The Limits of Science in a Pandemic

Updated: Jun 22, 2021

While the COVID-19 pandemic might have brought many facets of human life to a halt, the practice of science was not one of them. This raises a fascinating question: what can science achieve during a pandemic?


The current pandemic offers two clear and unambiguous lessons about the power and limits of science. First, science remains one of the most powerful forces on the planet. Unconstrained by market considerations and the typical regulatory protocols, scientists around the globe cooperated to produce multiple vaccines in world-record times. The fact that a pathogen could be readily identified as early as January and effective vaccines released in December, is a testament to the power of science.

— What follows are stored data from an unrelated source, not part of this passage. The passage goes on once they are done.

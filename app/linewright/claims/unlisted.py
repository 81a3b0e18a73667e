"""The null: features no catalogue line makes, their density and their strengths."""

from __future__ import annotations

from dataclasses import dataclass

import numpy as np

PRIOR_SHARE = 0.08  # unlisted share of features before anything is learned
PRIOR_WEIGHT = 6.0  # features that prior is worth
WIDER_NULL = 8.0  # factor on that prior when absence is no evidence (see the study)
STRENGTH_BINS = np.arange(-6.0, 10.01, 0.25)


class StrengthBins:
    """Where the measured strengths of features (f,) fall in STRENGTH_BINS.

    sign: +1 absorption, -1 emission; strength: dex, NaN unknown.
    """

    def __init__(self, sign, strength):
        self.which = (np.asarray(sign) < 0).astype(int)
        self.known = np.isfinite(strength)
        place = np.digitize(np.where(self.known, strength, 0.0), STRENGTH_BINS) - 1
        self.index = np.clip(place, 0, len(STRENGTH_BINS) - 2)
        self.rows = [np.nonzero(self.which == w)[0] for w in (0, 1)]

    def histogram(self, which: int, weight=None):
        """Summed weight (f,) of the known strengths of one sign index, per bin."""
        rows = self.rows[which]
        rows = rows[self.known[rows]]
        weight = None if weight is None else weight[rows]
        return np.bincount(self.index[rows], weight, len(STRENGTH_BINS) - 1).astype(float)


@dataclass(frozen=True, eq=False)
class Null:
    """density: unlisted features per Angstrom by sign index (0 absorption, 1 emission);
    strengths: probability density over STRENGTH_BINS, by sign index."""

    density: np.ndarray
    strengths: np.ndarray

    def at(self, bins: StrengthBins):
        """(density, density of the measured strength; 1 where it is unknown)."""
        chosen = self.strengths[bins.which, bins.index]
        return self.density[bins.which], np.where(bins.known, chosen, 1.0)


def learn_null(bins: StrengthBins, unlisted, length: float, complete: bool) -> Null:
    """Density and strengths of the unlisted from P(unlisted) per feature.

    length: searched Angstrom.
    """
    density, strengths = np.zeros(2), np.zeros((2, len(STRENGTH_BINS) - 1))
    for which in (0, 1):
        rows = bins.rows[which]
        share = PRIOR_SHARE * (1.0 if complete else WIDER_NULL)
        weight = PRIOR_WEIGHT if complete else max(PRIOR_WEIGHT, 0.5 * len(rows))
        total = max(float(len(rows)), 1.0)
        rate = (np.sum(unlisted[rows]) + weight * share) / (total + weight)
        density[which] = rate * total / max(length, 1.0)
        strengths[which] = _strength_density(bins.histogram(which), bins.histogram(which, unlisted))
    return Null(density, strengths)


def _strength_density(everything, chosen):
    """Smoothed histogram of the unlisted, leaning on all features while those are few."""
    step = STRENGTH_BINS[1] - STRENGTH_BINS[0]
    flat = np.full(len(STRENGTH_BINS) - 1, 0.02)
    if not np.any(everything):
        return flat / (np.sum(flat) * step)
    leaning = everything * (10.0 / np.sum(everything))
    mass = np.convolve(chosen + leaning, [0.25, 0.5, 0.25], mode="same") + flat
    return mass / (np.sum(mass) * step)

However, second, we learned that the power of science to make a difference in the contemporary world faces hard limits. In particular, many scientific endeavors rely on the understanding and cooperation of the public to make a difference. Think of a chain with many links. The chain itself is no stronger than the weakest link. No matter how powerful the tool, if it requires public cooperation to use it, the tool will only be as strong as the public cooperation. And the pandemic perfectly illustrates how public ignorance and rejection of science can sabotage the otherwise brilliant findings of science.

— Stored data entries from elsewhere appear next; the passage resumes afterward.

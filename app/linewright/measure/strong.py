"""Strong lines that a sum of Gaussians takes apart: one profile and what stands on it.

Ca II K of a rotating star behind interstellar clouds is one broad saturated line with
narrow ones on it. Where the Gaussian fits of such a line failed, broad
components are fitted, narrow Gaussians are added at the largest residual, and shape and
number are those of least BIC = chi2 + k ln n (Schwarz 1978); the rows change only where
that also beats the sum of Gaussians.
"""

from __future__ import annotations

from dataclasses import dataclass, replace

import numpy as np

from .features import FeatureTable
from .gauss import FWHM_PER_SIGMA, GAUSSIAN_AREA
from .groups import component_sum
from .shapes import EXTRA, profile, width_and_area
from .veil import running_mean

DEEP = 0.6  # depth that makes a line strong
WIDE = 2.0  # line widths at half depth, at least
SPAN = 1.6  # widths at half depth fitted on either side
MOST_NARROW = 8
MOST_LINES = 12  # strong lines of a segment
CLEAR = 10.0  # by which the criterion must prefer the new model
CRUSHING = 0.1  # of the old criterion: then the old rows were parts of a fit gone wrong
SURE = 5.0  # errors of depth beyond which an old row must not be lost
WHOLE = 0.9  # share of the deepest sample that the strong component makes


@dataclass(frozen=True, eq=False)
class _Line:
    """shape; flat parameters (broad first, then 3 a narrow one); bic; covariance."""

    shape: str
    flat: np.ndarray
    bic: float
    covariance: np.ndarray

    @property
    def broad(self):
        return self.flat[: 3 + EXTRA[self.shape]]

    @property
    def narrow(self):
        return self.flat[3 + EXTRA[self.shape] :].reshape(-1, 3)


def with_strong_lines(table: FeatureTable, ready, tick=lambda: None) -> FeatureTable:
    """``table`` of one segment with strong lines that fell apart as one feature each."""
    t = ready.trace
    words = [set(f.split()) for f in table.flags]
    failed = np.array(["fallback" in w and "integrated" not in w for w in words], dtype=bool)
    smooth = running_mean(t.y, 2 * int(0.2 * np.median(ready.fwhm_pixels)) + 1)
    done: list[tuple[float, float]] = []
    anchors = np.flatnonzero(failed & (table.sign > 0))
    at = np.clip(np.searchsorted(t.wave, table.wave[anchors]), 0, len(t.wave) - 1)
    anchors, at = anchors[smooth[at] > 0.5 * DEEP], at[smooth[at] > 0.5 * DEEP]
    for i in at[np.argsort(-smooth[at], kind="stable")]:
        span = _span(t, smooth, int(i))
        if span is None or len(done) >= MOST_LINES or any(a <= t.wave[i] <= b for a, b in done):
            continue
        tick()
        done.append((t.wave[span[0]], t.wave[span[1] - 1]))
        table = _replaced(table, ready, smooth, span)
    return table


def _span(t, smooth, i: int):
    """(first, last+1 sample, width in Angstrom) about a strong broad line, None where none."""
    reach = int(6 * t.width[i] / (t.wave[1] - t.wave[0]))
    a, b = max(0, i - reach), min(len(smooth), i + reach + 1)
    top = float(smooth[a:b][np.abs(t.wave[a:b] - t.wave[i]) < t.width[i]].max())
    if top < DEEP:
        return None
    left = i - int(np.argmax(np.r_[smooth[a : i + 1][::-1] < 0.5 * top, True]))
    right = i + int(np.argmax(np.r_[smooth[i:b] < 0.5 * top, True]))
    wide = t.wave[min(right, len(smooth) - 1)] - t.wave[max(left, 0)]
    if not WIDE * t.width[i] < wide < 8 * t.width[i]:
        return None
    middle = 0.5 * (t.wave[min(right, len(smooth) - 1)] + t.wave[max(left, 0)])
    first, last = np.searchsorted(t.wave, [middle - SPAN * wide, middle + SPAN * wide])
    return int(first), int(last), float(wide)


def _replaced(table, ready, smooth, span) -> FeatureTable:
    t, (first, last, wide) = ready.trace, span
    used = np.arange(first, last)[t.good[first:last]]
    inside = (table.wave >= t.wave[first]) & (table.wave <= t.wave[last - 1])
    inside &= np.isfinite(table.fwhm) & np.isfinite(table.depth) & (table.fwhm > 0)
    mine = table.continuum / ready.nodes.continuum_at(table.wave)
    params = np.c_[table.depth * mine, table.wave, np.log(table.fwhm / FWHM_PER_SIGMA)]
    outside = component_sum(t.wave[used], params[~inside & np.isfinite(params).all(axis=1)])
    length = ready.nodes.correlation_length
    view = _View(t.wave[used], t.y[used] - outside, t.noise[used], length,
                 float(np.median(t.width[used])))
    old = component_sum(view.x, params[inside]) + np.where(t.veil[used] > 0, t.veil[used], 0)
    old_bic = view.chi2(old) / length + 3 * inside.sum() * np.log(len(used) / length)
    best = view.line(wide, old_bic - CLEAR)
    whole = best.broad[0] > WHOLE * smooth[first:last].max()
    whole &= abs(best.broad[1] - 0.5 * (view.x[0] + view.x[-1])) < 0.5 * wide
    if not whole or best.bic > old_bic - CLEAR:
        return table
    rows = _rows(best, view, ready, table, inside)
    if rows is None:
        return table
    broad = rows.fwhm[np.argmax(rows.ew)] > WIDE * view.width
    beyond_doubt = best.bic < CRUSHING * old_bic
    if not broad or not (beyond_doubt or _all_there(table.take(inside), rows, view.width)):
        return table
    return merged(table.take(~inside), rows)


def _all_there(old: FeatureTable, new: FeatureTable, width: float) -> bool:
    """Whether every old row whose fit held has a new one within half a line width."""
    held = np.array(["fallback" not in f.split() for f in old.flags], dtype=bool)
    held &= np.abs(old.depth) > SURE * old.depth_err
    apart = np.abs(old.wave[held][:, None] - new.wave[None])
    return bool(np.all(apart.min(axis=1, initial=np.inf) < 0.5 * width))


@dataclass(frozen=True, eq=False)
class _View:
    """Samples x, y = 1 - flux/continuum, noise, each (n,), of one strong line."""

    x: np.ndarray
    y: np.ndarray
    noise: np.ndarray
    length: float
    width: float

    def chi2(self, model) -> float:
        return float(np.sum(((self.y - model) / self.noise) ** 2))

    def line(self, wide: float, least: float) -> _Line:
        """A Voigt profile with as many narrow lines on it as the criterion asks for, then the
        other shapes with those; wide: its width to start from; least: BIC to be reached."""
        best = self.fit("voigt", self.start("voigt", wide))
        for _ in range(MOST_NARROW):
            if best.broad[0] < 0.5 * self.y.max():
                break
            rest = running_mean(self.y - self.model(best.shape, best.flat)[0], 3) / self.noise
            k = int(np.argmax(np.abs(rest)))
            more = np.r_[best.flat, max(rest[k] * self.noise[k], 0.01), self.x[k],
                         np.log(0.6 * self.width / FWHM_PER_SIGMA)]
            new = self.fit(best.shape, more)
            if new.bic > best.bic:
                break
            best = new
        if best.bic > least:
            return best
        others = (self.fit(s, np.r_[self.start(s, wide), best.narrow.ravel()]) for s in EXTRA)
        return min((best, *others), key=lambda one: one.bic)

    def start(self, shape: str, wide: float):
        middle = 0.5 * (self.x[0] + self.x[-1])
        return np.r_[self.y.max(), middle, np.log(wide / FWHM_PER_SIGMA / 1.5),
                     [np.log(0.4 * wide)] * EXTRA[shape]]

    def model(self, shape, flat):
        k = 3 + EXTRA[shape]
        parts = [profile(shape, self.x, flat[:k])]
        parts += [profile("gaussian", self.x, p) for p in flat[k:].reshape(-1, 3)]
        return sum(v for v, _ in parts), np.hstack([d for _, d in parts])

    def fit(self, shape: str, start) -> _Line:
        from scipy.optimize import least_squares

        k, w = 3 + EXTRA[shape], self.width / FWHM_PER_SIGMA
        span = self.x[-1] - self.x[0]
        low = np.r_[0.0, self.x[0], np.log(0.2 * w), [np.log(0.02 * w)] * (k - 3)]
        high = np.r_[1.5, self.x[-1], np.log(span), [np.log(span)] * (k - 3)]
        for _ in range((len(start) - k) // 3):
            low = np.r_[low, 0.0, self.x[0], np.log(0.2 * w)]
            high = np.r_[high, 1.0, self.x[-1], np.log(1.6 * w)]
        done = least_squares(
            lambda p: (self.model(shape, p)[0] - self.y) / self.noise,
            np.clip(start, low + 1e-9, high - 1e-9),
            jac=lambda p: self.model(shape, p)[1] / self.noise[:, None],
            bounds=(low, high), x_scale="jac", max_nfev=60, ftol=1e-4, xtol=1e-5,
        )
        free = max(len(self.x) - len(start), 1)
        scale = self.length * max(1.0, 2 * done.cost / free)
        bic = 2 * done.cost / self.length + len(start) * np.log(len(self.x) / self.length)
        return _Line(shape, done.x, float(bic), np.linalg.pinv(done.jac.T @ done.jac) * scale)


def _rows(line: _Line, view: _View, ready, table, inside) -> FeatureTable | None:
    """The strong line and the narrow ones on it as rows, significances of the nearest old;
    None where no depth is sure."""
    k, t = len(line.broad), ready.trace
    error = np.sqrt(np.maximum(np.diag(line.covariance), 0.0))
    fwhm, area = width_and_area(line.shape, line.broad)
    bend = np.array([_slope(line.shape, line.broad, j) for j in range(2, k)])
    block = line.covariance[2:k, 2:k]
    cross = line.covariance[0, 2:k]
    depth = line.broad[0]
    grow = depth * bend[:, 1]
    ew_var = (area * error[0]) ** 2 + grow @ block @ grow + 2 * area * (grow @ cross)
    level = float(np.interp(line.broad[1], t.wave, t.level_err)) * (1 - depth)
    rows = [(line.broad[1], error[1], depth, np.hypot(error[0], level), fwhm,
             np.sqrt(max(bend[:, 0] @ block @ bend[:, 0], 0.0)), 1e3 * depth * area,
             1e3 * np.hypot(np.sqrt(max(ew_var, 0.0)), level * view.width), 1.0,
             f"blend {line.shape}" if len(line.narrow) else line.shape)]
    for i, p in enumerate(line.narrow):
        j = k + 3 * i
        base = 1.0 - float(profile(line.shape, p[1:2], line.broad)[0][0])
        base, wide = max(base, 0.02), FWHM_PER_SIGMA * np.exp(p[2])
        c = line.covariance[j : j + 3, j : j + 3]
        g = np.array([1.0, p[0]]) * GAUSSIAN_AREA * wide
        area_err = np.sqrt(max(g @ c[np.ix_([0, 2], [0, 2])] @ g, 0.0))
        rows.append((p[1], error[j + 1], p[0] / base, error[j] / base, wide,
                     wide * error[j + 2], 1e3 * GAUSSIAN_AREA * p[0] * wide / base,
                     1e3 * area_err / base, base, "blend wing"))
    rows = [r for r in rows if r[2] > 3 * r[3]]
    return _table(sorted(rows), ready, table.take(inside)) if rows else None


def _slope(shape: str, params, j: int) -> tuple[float, float]:
    """Derivatives of FWHM and unit area along parameter j."""
    up, down = params.copy(), params.copy()
    up[j] += 1e-4
    down[j] -= 1e-4
    (w1, a1), (w0, a0) = width_and_area(shape, up), width_and_area(shape, down)
    return (w1 - w0) / 2e-4, (a1 - a0) / 2e-4


def _table(rows, ready, old: FeatureTable) -> FeatureTable:
    numbers = np.array([r[:9] for r in rows])
    wave, wave_err, depth, depth_err, fwhm, fwhm_err, ew, ew_err, base = numbers.T
    near = np.argmin(np.abs(old.wave[None] - wave[:, None]), axis=1)
    m = len(rows)
    flags = [f"{r[9]} saturated" if r[2] > 0.9 else r[9] for r in rows]
    return FeatureTable(
        number=np.arange(1, m + 1), segment=np.full(m, old.segment[0]),
        component=np.zeros(m, dtype=int) if m == 1 else np.arange(1, m + 1),
        sign=np.ones(m, dtype=old.sign.dtype), wave=wave, wave_err=wave_err,
        significance=old.significance[near], depth=depth, depth_err=depth_err, fwhm=fwhm,
        fwhm_err=fwhm_err, ew=ew, ew_err=ew_err,
        continuum=ready.nodes.continuum_at(wave) * base, flags=tuple(flags),
    )


def merged(one: FeatureTable, other: FeatureTable) -> FeatureTable:
    """Rows of both by wavelength, numbered from 1."""
    names = [n for n in FeatureTable.__dataclass_fields__ if n != "flags"]
    both = FeatureTable(
        **{n: np.concatenate([getattr(one, n), getattr(other, n)]) for n in names},
        flags=one.flags + other.flags,
    )
    both = both.take(np.argsort(both.wave, kind="stable"))
    return replace(both, number=np.arange(1, len(both) + 1))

It’s a lesson in both pride and humility.


Start with the point of pride. No matter how we sort science from pseudo-science, it’s clear that humans have only practiced science for a few thousand years and yet produced incredible results. If the mark of science is to offer naturalistic explanations for physical phenomena, then the practice of science dates at least back to Babylonian proto-astronomers or pre-Socratic work on the composition of the universe. If the mark of science is to use careful experimentation to verify or falsify empirical hypotheses, medieval alchemists and ancient Chinese engineers qualify. And if the mark of science is the application of mathematical models to complex physical phenomena, then science can be traced back to theorists like Copernicus and Leibniz.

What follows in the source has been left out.